───── Dataset records ─────
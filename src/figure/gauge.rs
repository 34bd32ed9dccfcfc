//! The gauge: how far the curve departs from its parabola, against the tolerance.

use super::{Axis, BOND_LENGTH, Figure, Role, Series, Shape, number};
use crate::findings::Findings;
use crate::potential::Potential;
use crate::potential::curve::ScanCurve;
use crate::units::to_angstrom;

/// Deviation (V − V_e − H)/H in percent at displacement x; near x = 0 from its limit V‴ x/(3 k), as
/// a difference of nearly equal numbers would lose all digits.
fn deviation_percent(curve: &ScanCurve, k: f64, third: f64, x: f64) -> f64 {
    if x.abs() < 1e-3 {
        return 100.0 * third * x / (3.0 * k);
    }
    let h = 0.5 * k * x * x;
    100.0 * (curve.energy_hartree(curve.r_e_bohr.value + x) - curve.v_e_hartree.value - h) / h
}

/// Deviation of the curve from its parabola in percent of the parabola's energy, with the tolerance,
/// the leading-order line and the zero-point amplitude.
pub fn gauge(findings: &Findings) -> Figure {
    let y = Axis { title: "deviation", unit: "%" };
    let mut series = Vec::new();
    if let Some(curve) = findings.curve.as_deref()
        && let Some(k) = curve.derivatives_hartree[0].map(|e| e.value).filter(|k| *k > 0.0)
    {
        let third = curve.derivatives_hartree[1].map_or(0.0, |e| e.value);
        series.extend(reach(findings, curve));
        series.push(leading_order(curve, k, third));
        series.push(exact(curve, k, third));
    }
    Figure { x: BOND_LENGTH, y, series }
}

fn exact(curve: &ScanCurve, k: f64, third: f64) -> Series {
    let (first, last) = curve.scan_range_bohr;
    let r_e = curve.r_e_bohr.value;
    let n = 700;
    // Half the points within 40 % of r_e, where the curve bends.
    let near = (0.4 * r_e).min(last - r_e).min(r_e - first).max(0.0);
    let mut x: Vec<f64> =
        (0..=n).map(|i| first - r_e + (last - first) * f64::from(i) / f64::from(n)).collect();
    x.extend((0..=n).map(|i| near * (2.0 * f64::from(i) / f64::from(n) - 1.0)));
    x.sort_by(f64::total_cmp);
    x.dedup();
    let at = |x: f64| [to_angstrom(r_e + x), deviation_percent(curve, k, third, x)];
    Series {
        role: Role::Scanned,
        label: "deviation from the parabola".to_owned(),
        about: "(V − Vₑ − ½ k x²)/(½ k x²), with k = V″(rₑ).".to_owned(),
        strong: None,
        shape: Shape::Line(x.into_iter().map(at).filter(|p| p.iter().all(|c| c.is_finite())).collect()),
    }
}

fn leading_order(curve: &ScanCurve, k: f64, third: f64) -> Series {
    let (r_e, slope) = (curve.r_e_bohr.value, 100.0 * third / (3.0 * k));
    let at = |x: f64| [to_angstrom(r_e + x), slope * x];
    Series {
        role: Role::LeadingOrder,
        label: "leading order".to_owned(),
        about: "V‴ x/(3 k): what the cubic term alone would do.".to_owned(),
        strong: None,
        shape: Shape::Line(vec![at(curve.scan_range_bohr.0 - r_e), at(curve.scan_range_bohr.1 - r_e)]),
    }
}

fn reach(findings: &Findings, curve: &ScanCurve) -> Vec<Series> {
    let Some(reach) = findings.reach.as_ref() else { return Vec::new() };
    let r_e = curve.r_e_bohr.value;
    let end = |x: Option<f64>| x.map(|x| to_angstrom(r_e + x));
    let plain = |role, label: &str, about: String, shape| Series {
        role,
        label: label.to_owned(),
        about,
        strong: None,
        shape,
    };
    let tau = 100.0 * reach.tolerance;
    let mut series = vec![
        plain(
            Role::Reach,
            "reach",
            "Between the two crossings of the deviation with the tolerance.".to_owned(),
            Shape::Band(end(reach.energy.x_minus_bohr), end(reach.energy.x_plus_bohr)),
        ),
        plain(Role::Zero, "no deviation", String::new(), Shape::Level(0.0)),
        plain(Role::Tolerance, "tolerance", "The tolerance of the reach.".to_owned(), Shape::Level(tau)),
        plain(Role::Tolerance, "tolerance", "The tolerance of the reach.".to_owned(), Shape::Level(-tau)),
    ];
    if let Some(amplitude) = reach.zero_point_amplitude_bohr {
        series.push(plain(
            Role::ZeroPoint,
            "zero-point amplitude",
            format!(
                "√(ℏ/(μω)) = {} Å on either side of rₑ: how far the harmonic ground state swings.",
                number::fixed(to_angstrom(amplitude), 4)
            ),
            Shape::Bar(0.0, to_angstrom(r_e - amplitude), to_angstrom(r_e + amplitude)),
        ));
    }
    series
}
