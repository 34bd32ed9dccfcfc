//! The main plot: curve, tails, parabola, fits and reach over the bond length.

use super::{Axis, BOND_LENGTH, Figure, PlotPoint, Role, Series, Shape, number};
use crate::estimate::ErrorSource;
use crate::findings::{Findings, FitFindings};
use crate::fit::{Family, Window};
use crate::potential::Potential;
use crate::potential::curve::ScanCurve;
use crate::units::{ANGSTROM_PER_BOHR, PER_CM_PER_HARTREE, to_angstrom, to_per_cm};

/// Points along a curve around the minimum, and outside that region.
const FINE_POINTS: usize = 480;
const COARSE_POINTS: usize = 320;
/// Tails are drawn this far beyond the scan, as a fraction of the scanned range.
pub(super) const TAIL_FRACTION: f64 = 0.12;

/// The main plot of a study: energies in cm⁻¹ above the minimum over bond lengths in angstrom.
pub fn main_plot(findings: &Findings) -> Figure {
    let mut series = Vec::new();
    if let Some(curve) = findings.curve.as_deref() {
        series.extend(reach_band(findings, curve));
        series.extend(confidence_bands(findings, curve));
        series.extend(fits(findings, curve));
        series.extend(parabola(curve));
        series.extend(scanned(curve));
    }
    Figure { x: BOND_LENGTH, y: Axis { title: "energy above the minimum", unit: "cm⁻¹" }, series }
}

/// The zero of the plot's energy axis in hartree: V_e, or the lowest point where there is no minimum.
pub(super) fn zero_hartree(findings: &Findings) -> f64 {
    let lowest = || findings.source.points.iter().map(|p| p.energy_hartree).fold(f64::INFINITY, f64::min);
    findings.curve.as_ref().map_or_else(lowest, |c| c.v_e_hartree.value)
}

/// The scan's points.
pub(super) fn points(findings: &Findings, window: Option<Window>) -> Vec<PlotPoint> {
    let zero = zero_hartree(findings);
    let unit = findings.source.length_unit;
    let point = |p: &crate::findings::Point| PlotPoint {
        row: p.row,
        r_as_read: p.r_as_read,
        at: [to_angstrom(p.r_bohr), to_per_cm(p.energy_hartree - zero)],
        energy_hartree: p.energy_hartree,
        in_window: p.used && window.is_none_or(|w| w.contains(p.r_as_read, unit)),
        set_aside: (!p.used).then(|| p.why_not.clone().unwrap_or_else(|| "not used".to_owned())),
    };
    findings.source.points.iter().map(point).filter(|p| p.at.iter().all(|c| c.is_finite())).collect()
}

/// Bond lengths (bohr) at which a function is drawn between two ends: dense where the well is.
pub(super) fn mesh(from: f64, to: f64, r_e: f64) -> Vec<f64> {
    if !(from.is_finite() && to.is_finite() && to > from) {
        return Vec::new();
    }
    let (fine_from, fine_to) = ((0.6 * r_e).max(from), (1.8 * r_e).min(to));
    let spread = |a: f64, b: f64, n: usize| (0..=n).map(move |i| a + (b - a) * i as f64 / n as f64);
    let mut r: Vec<f64> = spread(from, to, COARSE_POINTS).collect();
    if fine_to > fine_from {
        r.extend(spread(fine_from, fine_to, FINE_POINTS));
    }
    r.sort_by(f64::total_cmp);
    r.dedup_by(|a, b| (*a - *b).abs() < 1e-9 * r_e);
    r
}

fn line(function: &dyn Fn(f64) -> f64, from: f64, to: f64, curve: &ScanCurve) -> Vec<[f64; 2]> {
    let (r_e, v_e) = (curve.r_e_bohr.value, curve.v_e_hartree.value);
    mesh(from, to, r_e)
        .into_iter()
        .map(|r| [to_angstrom(r), to_per_cm(function(r) - v_e)])
        .filter(|p| p.iter().all(|c| c.is_finite()))
        .collect()
}

fn scanned(curve: &ScanCurve) -> Vec<Series> {
    let (first, last) = curve.scan_range_bohr;
    let (from, to) = curve.range_bohr();
    let energy = |r: f64| curve.energy_hartree(r);
    let extra = TAIL_FRACTION * (last - first);
    let (inner, outer) = ((first - extra).max(from).max(0.3 * first), (last + extra).min(to));
    let end = last.min(to);
    let tail = |a: f64, b: f64, side: &str| Series {
        role: Role::Tail,
        label: format!("{side} tail"),
        about: format!("The curve beyond its {side} scanned point: a continuation, not data."),
        strong: None,
        shape: Shape::Line(line(&energy, a, b, curve)),
    };
    let mut series = Vec::new();
    if inner < first {
        series.push(tail(inner, first, "inner"));
    }
    if outer > end {
        series.push(tail(end, outer, "outer"));
    }
    series.push(Series {
        role: Role::Scanned,
        label: "scan".to_owned(),
        about: format!("The curve through the points in use ({}).", curve.kind),
        strong: None,
        shape: Shape::Line(line(&energy, first, end, curve)),
    });
    series
}

fn parabola(curve: &ScanCurve) -> Option<Series> {
    let k = curve.derivatives_hartree[0]?.value;
    let (r_e, v_e) = (curve.r_e_bohr.value, curve.v_e_hartree.value);
    let harmonic = |r: f64| v_e + 0.5 * k * (r - r_e).powi(2);
    let (first, last) = curve.scan_range_bohr;
    Some(Series {
        role: Role::Parabola,
        label: "parabola".to_owned(),
        about: "½ k x² with k = V″(rₑ): the small-displacement approximation itself, not a fit.".to_owned(),
        strong: None,
        shape: Shape::Line(line(&harmonic, 0.5 * first, last.min(3.0 * r_e), curve)),
    })
}

/// Name of a fit with its degree or order, e.g. `Polynomial 6`.
pub fn fit_label(fit: &FitFindings) -> String {
    let title = fit.request.family.title();
    let used = fit.result.as_ref().ok().and_then(|f| f.degree).or(fit.request.degree);
    used.map_or_else(|| title.to_owned(), |degree| format!("{title} {degree}"))
}

/// The role a fit is drawn in.
pub fn fit_role(family: Family) -> Role {
    match family {
        Family::Harmonic => Role::Harmonic,
        Family::Morse => Role::Morse,
        _ => Role::Polynomial,
    }
}

fn fits(findings: &Findings, curve: &ScanCurve) -> Vec<Series> {
    let (first, last) = curve.scan_range_bohr;
    let draw = |fit: &FitFindings| {
        let result = fit.result.as_ref().ok()?;
        let (from, to) = result.model.range_bohr();
        let function = |r: f64| result.model.energy_hartree(r);
        let (a, b) = result.window_bohr;
        let rms = number::fixed(result.rms_residual_hartree * PER_CM_PER_HARTREE, 1);
        Some(Series {
            role: fit_role(fit.request.family),
            label: fit_label(fit),
            about: format!(
                "Least-squares fit to {} points in the window; rms residual {rms} cm⁻¹.",
                result.points
            ),
            strong: Some((to_angstrom(a), to_angstrom(b))),
            shape: Shape::Line(line(&function, from.max(0.8 * first), to.min(last), curve)),
        })
    };
    findings.fits.iter().filter_map(draw).collect()
}

/// Points across a confidence band, and how far beyond the window it goes, as a share of the window.
const BAND_POINTS: u32 = 80;
const BAND_BEYOND: f64 = 0.25;

/// The confidence band of each fit that has one: its curve ± two standard errors, in the window and a little beyond.
fn confidence_bands(findings: &Findings, curve: &ScanCurve) -> Vec<Series> {
    let (first, last) = curve.scan_range_bohr;
    let v_e = curve.v_e_hartree.value;
    let band = |fit: &FitFindings| {
        let result = fit.result.as_ref().ok()?;
        let (a, b) = result.window_bohr;
        let (from, to) = ((a - BAND_BEYOND * (b - a)).max(first), (b + BAND_BEYOND * (b - a)).min(last));
        let at = |k: u32| {
            let r = from + (to - from) * f64::from(k) / f64::from(BAND_POINTS);
            let (energy, half) = (result.model.energy_hartree(r) - v_e, 2.0 * result.band_hartree(r)?);
            let [low, high] = [energy - half, energy + half].map(|e| e * PER_CM_PER_HARTREE);
            (low.is_finite() && high.is_finite()).then_some([to_angstrom(r), low, high])
        };
        let ribbon = (0..=BAND_POINTS).map(at).collect::<Option<Vec<_>>>()?;
        let source = match result.error_source() {
            ErrorSource::Misfit => "; its residuals are misfit, not noise",
            _ => "",
        };
        Some(Series {
            role: fit_role(fit.request.family),
            label: fit_label(fit),
            about: format!("The fit ± two standard errors of its curve{source}."),
            strong: None,
            shape: Shape::Ribbon(ribbon),
        })
    };
    findings.fits.iter().filter_map(band).collect()
}

fn reach_band(findings: &Findings, curve: &ScanCurve) -> Option<Series> {
    let reach = findings.reach.as_ref()?;
    let end = |x: Option<f64>| x.map(|x| (curve.r_e_bohr.value + x) * ANGSTROM_PER_BOHR);
    let tolerance = crate::verdict::percent(reach.tolerance);
    Some(Series {
        role: Role::Reach,
        label: "reach".to_owned(),
        about: format!("Where V differs from the parabola by at most {tolerance} of the parabola's energy."),
        strong: None,
        shape: Shape::Band(end(reach.energy.x_minus_bohr), end(reach.energy.x_plus_bohr)),
    })
}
─────
Exercise instructions:
Count the lines of the records that include the word "value". Give the number by itself.

Solution:
12